Probably until late October/early November (although there is 1 day in May we might enter a trial). 
Time to get back out and dedicate ourselves to chasing down ducks and pheasants. 
I will miss agility! Didn't think I would, but it's pretty addictive. 

The Monster Boy NQ'd in excellent A jumpers (preferred) today, took down the bar on the double jump. It's the 3rd time he's knocked down a bar on the double, so I think we need to train a bit for that jump !

But he had a lovely Q in excellent A standard (preferred), 14 seconds under course time, for A NEW TITLE!! 
He now sports "AXP" after his name instead of OAP!

Some of you may recall I had said I hoped to get a title at this club's trials, because they have AWESOME title ribbons, and of course, it's ALL about the ribbon!

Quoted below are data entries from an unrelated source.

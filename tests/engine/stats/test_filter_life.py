"""One filter's life, told from made readings whose truth is known."""

import numpy as np
import pytest

from engine.stats.filter_life import life_of

HOURS = np.arange(12) * 6.0
NOISE = np.random.default_rng(4).normal(0, 0.04, 12)


def life(hours, resistance, **changed):
    asked = {
        "limit": 5.0,
        "near_frac": 0.8,
        "min_readings": 6,
        "rising_p": 0.05,
        "change_p": 0.05,
        "seed": 3,
    }
    return life_of(np.asarray(hours), np.asarray(resistance), **{**asked, **changed})


def test_a_steady_filter_is_steady():
    done = life(HOURS, 2.3 + NOISE)
    assert done.state == "steady"
    assert done.rising_since_h is None
    assert done.suspected_change_h is None
    assert done.forecast_refusal == "the slope's lower bound is not above zero"


def test_a_loading_filter_rises_and_has_a_date():
    """2.2 + .028 h reaches 5 at hour 100, 34 h after the last reading."""
    done = life(HOURS, 2.2 + 0.028 * HOURS + NOISE, near_frac=0.99)
    assert done.state == "rising"
    assert done.time_to_limit_low_h < 34 < done.time_to_limit_high_h
    assert done.slope_low < 0.028 < done.slope_high
    assert 30 <= done.rising_since_h <= 42


@pytest.mark.parametrize(
    ("last", "state"), [(5.1, "over_limit"), (4.2, "near_limit"), (4.0, "near_limit")]
)
def test_the_last_reading_decides_near_and_over(last, state):
    assert life([0, 10], [2.2, last]).state == state


def test_exactly_at_the_limit_is_not_over_it():
    assert life([0, 10], [2.2, 5.0]).state == "near_limit"


def test_an_unlogged_change_splits_the_life():
    y = 2.2 + 0.05 * (HOURS % 36) + NOISE
    done = life(HOURS, y)
    assert done.suspected_change_h == 36
    assert done.change_p < 0.01
    assert done.change_drop_cmh2o_per_lps == pytest.approx(-1.8, abs=0.2)
    assert [s.begins_with for s in done.segments] == [
        "installation",
        "suspected change",
    ]
    assert done.segments[1].from_h == 36


def test_a_logged_change_splits_the_life_without_suspicion():
    y = 2.2 + 0.05 * (HOURS % 36) + NOISE
    done = life(HOURS, y, logged_changes_h=[33.0])
    assert done.suspected_change_h is None
    assert done.segments[1].begins_with == "logged change"


def test_two_unlogged_changes_are_both_found():
    hours = np.arange(30) * 6.0
    noise = np.random.default_rng(8).normal(0, 0.03, 30)
    done = life(hours, 2.2 + 0.05 * (hours % 60) + noise)
    assert done.suspected_changes_h == (60.0, 120.0)


def test_a_straight_rise_is_not_a_change():
    done = life(HOURS, 2 + 0.04 * HOURS)
    assert done.change_p == 1.0
    assert done.suspected_change_h is None


@pytest.mark.parametrize(
    ("hours", "values", "note"),
    [
        ([], [], "no readings that can be used"),
        ([4.0], [2.2], "one reading: nothing can be said of a trend"),
        ([4.0, 4.0, 4.0], [2.2, 2.2, 2.2], "every reading is the same"),
        ([1.0, 2.0], [2.2, 2.3], "too few readings to look for an unlogged change"),
    ],
)
def test_a_life_too_short_says_so(hours, values, note):
    done = life(hours, values)
    assert done.state == "too_few_readings"
    assert done.note == note
    assert done.slope_per_h is None


def test_readings_before_installation_and_missing_ones_are_counted_not_used():
    done = life([-5.0, 0, 6, 12, np.nan], [9.0, 2.2, 2.3, np.nan, 2.2])
    assert (done.readings_count, done.left_out_count) == (2, 3)


def test_readings_over_range_are_over_the_limit_and_out_of_the_slope():
    y = np.r_[2.2 + 0.02 * HOURS[:10], np.inf, np.inf]
    done = life(HOURS, y)
    assert done.state == "over_limit"
    assert done.over_range_count == 2
    assert done.slope_per_h == pytest.approx(0.02)
    assert done.forecast_refusal == "the limit is already reached"


def test_a_flag_that_later_readings_do_not_bear_out_is_withdrawn():
    y = np.r_[2.0 + 0.1 * np.arange(6), 2.2, 2.0, 2.3, 2.1, 2.2, 2.0]
    assert life(HOURS, y, change_p=1e-6).rising_since_h is None


def test_only_ties_with_one_step_do_not_break_it():
    done = life(HOURS, np.r_[np.full(6, 2.3), np.full(6, 2.2)])
    assert done.state in {"steady", "rising"}
    assert done.readings_count == 12
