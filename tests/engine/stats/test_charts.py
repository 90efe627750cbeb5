"""False alarms counted beside what is claimed, and edge cases of the charts."""

import math

import numpy as np
import pytest
from scipy import stats

from engine.stats.charts import (
    exact_p_limits,
    exact_u_limits,
    g_limits,
    p_limits,
    run_false_alarm,
    run_rules,
)
from engine.stats.cusum import share_cusum

TAIL = 0.00135  # beyond one three-sigma limit of a normal


@pytest.mark.parametrize("p0", [0.02, 0.05, 0.1, 0.5, 0.9])
@pytest.mark.parametrize("n", [8, 15, 30, 60, 120])
def test_exact_limits_keep_their_chance_on_each_side(p0, n):
    """By the binomial itself (scipy)."""
    limits = exact_p_limits([0], [n], p0)
    above = stats.binom.sf(round(limits.high[0] * n), n, p0)
    below = stats.binom.cdf(round(limits.low[0] * n) - 1, n, p0)
    assert above <= TAIL
    assert below <= TAIL
    # One count nearer would alarm too often.
    assert stats.binom.sf(round(limits.high[0] * n) - 1, n, p0) > TAIL


def test_three_sigma_limits_of_small_months_alarm_too_often():
    """The reason for exact limits: 15 a month at 10 % alarm .0127, not .00135."""
    high = p_limits([0], [15], 0.1).high[0]
    alarm = stats.binom.sf(math.floor(high * 15), 15, 0.1)
    assert alarm == pytest.approx(0.0127, abs=5e-5)


def test_exact_rates_keep_their_chance():
    limits = exact_u_limits([0, 0], [2.0, 10.0], 3.0)
    for exposure, high in zip([2.0, 10.0], limits.high, strict=True):
        assert stats.poisson.sf(round(high * exposure), 3 * exposure) <= TAIL


def test_a_month_of_none_has_no_limits():
    limits = exact_p_limits([0], [0], 0.1)
    assert np.isnan(limits.high[0])
    assert not limits.outside[0]


@pytest.mark.parametrize("n", [12, 16, 24])
def test_the_run_rules_signal_as_often_as_said(n):
    """20,000 series without a change; 4 standard errors."""
    draw = np.random.default_rng(3)
    above = draw.random((20_000, n)) < 0.5
    claimed = run_false_alarm(n, own_median=False)
    seen = np.mean([bool(run_rules(row * 2.0 - 1, 0.0).signal) for row in above])
    assert seen == pytest.approx(claimed, abs=4 * math.sqrt(claimed / 20_000))


def test_ten_points_are_needed_before_runs_are_read():
    assert run_rules([1, 2, 1, 2, 1, 2]).signal is None
    assert run_rules([]).signal is None


def test_a_shift_halfway_is_signalled():
    values = [1, 2, 1, 2, 1, 2, 1, 2, 5, 6, 5, 6, 5, 6, 5, 6]
    assert run_rules(values, 2.5).signal


def test_points_on_the_line_are_passed_over():
    assert run_rules([3.0] * 20, 3.0).useful_count == 0


def test_the_textbook_g_limit_alarms_far_too_often():
    """Mean gap 129: beyond 517 lie .0179 of gaps, not .00135 (scipy geometric)."""
    plain, exact = g_limits([129.0], exact=False), g_limits([129.0])
    assert stats.geom.sf(math.floor(plain.high), 1 / 129) == pytest.approx(0.0179, 3e-2)
    assert stats.geom.sf(exact.high, 1 / 129) <= TAIL


def test_the_share_cusum_cries_as_seldom_as_asked():
    """Fresh series without a change: months to the first signal, on average."""
    n, p0 = 60, 0.1
    limit = share_cusum([6], [n], p0, upward=True).limit
    draw = np.random.default_rng(99)
    hit, miss = _weights(p0)
    sums, alive = np.zeros(1000), np.ones(1000, bool)
    months = np.zeros(1000)
    for month in range(1, 1500):
        x = draw.binomial(n, p0, 1000)
        sums = np.maximum(0, sums + x * hit + (n - x) * miss)
        over = alive & (sums > limit)
        months[over] = month
        alive &= ~over
    months[alive] = 1500
    assert months.mean() == pytest.approx(100, rel=0.15)


def test_the_share_cusum_finds_a_doubling_within_a_few_months():
    """60 a month, 10 % to 20 %: about two months by an independent simulation."""
    draw = np.random.default_rng(4)
    waits = []
    for _ in range(60):
        counts = draw.binomial(60, 0.2, 24)
        done = share_cusum(counts, np.full(24, 60), 0.1, upward=True)
        waits.append(int(np.argmax(done.sums > done.limit)) + 1)
    assert np.mean(waits) < 4


def test_a_baseline_of_nothing_has_no_cusum():
    with pytest.raises(ValueError, match="between 0 and 1"):
        share_cusum([0], [10], 0.0, upward=True)


def _weights(p0):
    bottom = 1 - p0 + 2 * p0
    return math.log(2 / bottom), -math.log(bottom)
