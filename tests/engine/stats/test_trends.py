"""Trends against permutation by brute force and two reference libraries."""

from collections import Counter
from itertools import permutations

import numpy as np
import pymannkendall
import pytest
from scipy.stats import kendalltau, theilslopes

from engine.stats.trends import (
    kendall_steps,
    mann_kendall,
    pairwise_slopes,
    s_distribution,
    theil_sen,
)

RNG = np.random.default_rng(20)
LONG = [RNG.normal(size=n).round(places) for n in (12, 25, 60) for places in (1, 6)]


@pytest.mark.parametrize("values", LONG, ids=lambda v: f"{len(v)}")
def test_long_series_agree_with_a_reference_library(values):
    """Normal form with ties: pymannkendall gives S, its variance, z and p."""
    ours, theirs = mann_kendall(values), pymannkendall.original_test(values)
    assert ours.s == theirs.s
    assert ours.var_s == pytest.approx(theirs.var_s)
    assert ours.z == pytest.approx(theirs.z)
    assert ours.p == pytest.approx(theirs.p)


@pytest.mark.parametrize("n", [5, 7, 9])
def test_short_series_without_ties_agree_with_scipy_exactly(n):
    values = RNG.normal(size=n)
    theirs = kendalltau(np.arange(n), values, method="exact")
    ours = mann_kendall(values)
    assert ours.p == pytest.approx(theirs.pvalue)
    assert ours.tau_b == pytest.approx(theirs.statistic)


@pytest.mark.parametrize(
    ("values", "times"),
    [
        ([1, 2, 2, 3, 3], [0, 1, 2, 3, 4]),
        ([1, 1, 1, 2, 5, 5], [0, 1, 2, 3, 4, 5]),
        ([1, 2, 2, 3, 3], [0, 0, 1, 2, 2]),
        ([4, 1, 2, 2, 6, 3], [0, 0, 0, 1, 2, 2]),
    ],
)
def test_ties_of_values_and_times_are_counted_exactly(values, times):
    """Every arrangement, counted one by one."""
    y, x = np.array(values, float), np.array(times, float)
    tally = Counter(
        int(kendall_steps(y[list(order)], x).sum())
        for order in permutations(range(len(y)))
    )
    total = sum(tally.values())
    seen = int(kendall_steps(y, x).sum())
    expected = sum(n for s, n in tally.items() if abs(s) >= abs(seen)) / total
    assert mann_kendall(y, x).p == pytest.approx(expected)
    mean_square = sum(s * s * n for s, n in tally.items()) / total
    assert mann_kendall(y, x).var_s == pytest.approx(mean_square)


def test_the_smallest_p_of_four_and_five_readings():
    """One order in 4! and 5! rises throughout: 2/24 and 2/120 two-sided."""
    assert mann_kendall(np.arange(4)).p == pytest.approx(2 / 24)
    assert mann_kendall(np.arange(5)).smallest_p == pytest.approx(2 / 120)


def test_the_null_counts_add_to_every_order():
    scores, chances = s_distribution(8)
    assert chances.sum() == pytest.approx(1)
    assert (scores * chances).sum() == pytest.approx(0)


def test_the_slope_is_that_of_scipy_at_uneven_times():
    x = np.sort(RNG.uniform(0, 100, 15))
    y = RNG.normal(size=15)
    theirs = theilslopes(y, x, 0.9)
    ours = theil_sen(x, y, 0.9, ranks="whole")
    assert ours.slope == pytest.approx(theirs.slope)
    assert (ours.low, ours.high) == pytest.approx((theirs.low_slope, theirs.high_slope))


def test_two_readings_bound_no_slope():
    slope = theil_sen([0, 1], [2.0, 2.5])
    assert slope.slope == pytest.approx(0.5)
    assert slope.low == -np.inf
    assert slope.high == np.inf


@pytest.mark.parametrize(
    ("values", "why"),
    [
        ([], "no readings"),
        ([2.0], "one reading"),
        ([2.0, 2.0, 2.0], "all readings are equal"),
    ],
)
def test_a_series_that_cannot_speak_says_why(values, why):
    trend = mann_kendall(values)
    assert trend.refusal == why
    assert not trend.p < 0.05


def test_readings_at_one_time_give_no_slope():
    slope = theil_sen([3, 3, 3], [1.0, 2.0, 3.0])
    assert slope.refusal == "fewer than two readings at different times"
    assert mann_kendall([1.0, 2.0, 3.0], [3, 3, 3]).refusal == "all times are equal"


def test_a_reading_over_range_ranks_on_top_and_takes_no_part_in_the_slope():
    y = [2.0, 2.1, 2.2, 2.3, np.inf, np.inf]
    trend = mann_kendall(y)
    assert trend.s == 14  # 15 pairs, the two over range tie
    assert theil_sen(range(6), y).slope == pytest.approx(0.1)


def test_missing_readings_are_counted_not_ranked():
    trend = mann_kendall([1.0, np.nan, 2.0, 3.0], [0, 1, 2, np.nan])
    assert (trend.readings_count, trend.missing_count) == (2, 2)


def test_order_of_the_rows_does_not_matter():
    x, y = np.array([5.0, 1, 3, 9, 7]), np.array([3.0, 1, 2, 6, 4])
    assert mann_kendall(y, x).s == 10
    assert theil_sen(x, y).slope == theil_sen(np.sort(x), np.sort(y)).slope


def test_slopes_of_the_cloud_seeding_data():
    """Hollander, Wolfe and Chicken, example 9.1: ten slopes, sorted."""
    slopes = pairwise_slopes([1, 2, 3, 4, 5], [1.26, 1.27, 1.12, 1.16, 1.03])
    printed = [-0.15, -0.13, -0.08, -0.07, -0.0575, -0.055, -0.045, -0.0333, 0.01, 0.04]
    assert slopes == pytest.approx(printed, abs=5e-5)


def test_an_unknown_way_to_take_ranks_is_named():
    with pytest.raises(ValueError, match="ranks must be interpolated or whole"):
        theil_sen([0, 1], [0, 1], ranks="odd")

Here's his loot from this weekend. Check out the new title ribbon! Isn't it just the coolest?


----------



## Claire's Friend (Feb 26, 2007)

hotel4dogs said:


> Probably until late October/early November (although there is 1 day in May we might enter a trial).
> Time to get back out and dedicate ourselves to chasing down ducks and pheasants.
> I will miss agility! Didn't think I would, but it's pretty addictive.
> 
> ...


VERY cool ribbon !! But I like the VERY, VERY cool dog even better!


----------



## my4goldens (Jan 21, 2009)

was this Stone City's trials? They do have excellent ribbons. Oh, and congrats on the new titles!


----------



## LibertyME (Jan 6, 2007)

Beautiful ribbons indeed! Well done!!


----------



## Dallas Gold (Dec 22, 2007)

Excellent Job Tito!!


----------



## hotel4dogs (Sep 29, 2008)

Yes, it was SCKC's trials. Agility always seems to give nice rosettes for placements, but the new title ribbon was fantastic. Wish I wasn't going to be out of town for their April trial!
Saw Pat M. there, I was surprised.



my4goldens said:


> was this Stone City's trials? They do have excellent ribbons. Oh, and congrats on the new titles!


----------



## hollyk (Feb 21, 2009)

Nice ribbons, but the dog in front of them is the real prize.


----------



## my4goldens (Jan 21, 2009)

hotel4dogs said:


> Yes, it was SCKC's trials. Agility always seems to give nice rosettes for placements, but the new title ribbon was fantastic. Wish I wasn't going to be out of town for their April trial!
> Saw Pat M. there, I was surprised.


I wonder why Pat was there, maybe just visiting. I'm sure you saw a lot of Stone City people, I thought about coming out but was too lazy to do much today.


----------



## DNL2448 (Feb 13, 2009)

Super cool ribbons, even COOLER DOG! Congratulations Tito Monster and Barb!


----------



## AmberSunrise (Apr 1, 2009)

Very nice ribbons, but you know I have to agree that the best prize is the Tito Monster himself 

Congratulations!


----------



## Casey and Samson's Mom (Sep 24, 2011)

Love the ribbons...here in Canada it is blue and white for placements, green for titles, and big blue and white for HIT, and I love them all! Yours are gorgeous, and so is Tito!


----------



## 2golddogs (Oct 19, 2009)

Congratulations, and I agree - very nice title ribbon. Tito is looking pretty handsome in front of his loot.


----------



## gabbys mom (Apr 23, 2008)

Those are awesome ribbons! Go Tito!


----------



## sammydog (Aug 23, 2008)

Those are all gorgeous ribbons!!!! Congrats!!!!


----------



## Jige (Mar 17, 2011)

Way to go Team Tito!!! Beautiful dog and beautiful ribbon.


----------